SPOILER ALERT: non travisate questo discorso in melassa nazional-salviniana/meloniana "prima gli italiani" falsamente patriottica. Sono uno strenuo oppositore del dialetto e allo stesso modo sono uno strenuo sostenitore della fondamentale importanza dell'apprendimento della maggior parte di lingue straniere possibili, quantomeno l'inglese. Il mondo odierno chiede di parlare quante più lingue nazionali possibili, in modo da favorire scambi di cultura e crescita personale attraverso la diversità anche linguistica: ed è fondamentale coltivare queste abilità. Il che è esattamente agli antipodi del dialetto - che altro non è che un modo chiuso con cui una estremamente piccola comunità chiusa in se stessa si è espressa, per vari motivi storici, per uno svariato periodo di tempo. Tra l'altro non solo ci sono differenze dialettali enormi tra provincia e provincia ma finanche tra comune e comune. Che roba inutile.

SPOILER ALERT 2: non travisate questo discorso in melassa radical chic per cui lo studio del latino e del greco antico siano inutili. E' una cazzata che non c'entra niente con quanto io stia affermando.

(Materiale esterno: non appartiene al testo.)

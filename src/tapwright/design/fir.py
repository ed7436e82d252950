"""Linear-phase FIR design from a :class:`~tapwright.spec.Spec`, at minimum length.

Methods (``spec.fir_method``):

- ``equiripple``: Parks-McClellan (``scipy.signal.remez``) with band weights
  ``w_i = 1/delta_i``, so the weighted minimax error E <= 1 exactly when every
  band meets its own deviation (Parks & McClellan, IEEE Trans. CT-19, 1972;
  McClellan, Parks & Rabiner, IEEE Trans. AU-21, 1973).
- ``least_squares``: weighted least squares, ``w_i = 1/delta_i**2`` (the
  integral of the squared error is weighted, so the square makes each band's
  error scale with its own delta). Type I uses ``scipy.signal.firls`` (odd
  lengths only); types II-IV use this module's dense-grid least squares.
- ``kaiser``: Kaiser window (Kaiser 1974; Oppenheim & Schafer, *Discrete-Time
  Signal Processing*, sec. 7.5.3): ``scipy.signal.firwin`` for alternating
  pass/stop bands of one gain, ``firwin2`` otherwise; beta from the smallest
  relative deviation.

Linear-phase types (Oppenheim & Schafer, sec. 5.7.3): I (odd length,
symmetric), II (even, symmetric, H(fs/2) = 0), III (odd, antisymmetric, zero
at 0 and fs/2), IV (even, antisymmetric, zero at 0). A spec with one shaped
band whose gain line goes through the origin (a differentiator, other bands
stop bands) gets an antisymmetric type III/IV design (``remez`` type
``differentiator``). A length whose type forces a zero where the spec wants
gain is never tried.

Halfband: a two-band lowpass with pass gain 1 whose edges are symmetric about
fs/4 is designed with the trick of Vaidyanathan & Nguyen (IEEE Trans. CAS-34,
1987): a one-band type II prototype G of length 2K on [0, 2 f_pass] with
deviation 2*delta (delta = the smaller of the two deviations, i.e. the larger
one is tightened), then ``h = (z**-(2K-1) + G(z**2)) / 2``: length 4K-1, every
other tap exactly zero (by construction, not by rounding) and centre tap
exactly 1/2. It is used when it needs no more distinct multipliers than the
plain equiripple design.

SPOILER ALERT 3: non travisate questo discorso in inutilità dello studio accademico dei dialetti. Se deve servire per qualche ricerca linguistica o filologica (vedasi anche i casi del griko in Salento e del grecanico in Calabria), bene, si studiassero, almeno a qualcosa possono ancora servire. Ma un conto è l'accademia, un conto è la comunicazione nella vita reale in cui l'uso del dialetto è - per me - inaccettabile oltreché totalmente privo di qualsivoglia sfumatura di simpatia

Ghe sboro, che sproloquio! Ma che problemi hai?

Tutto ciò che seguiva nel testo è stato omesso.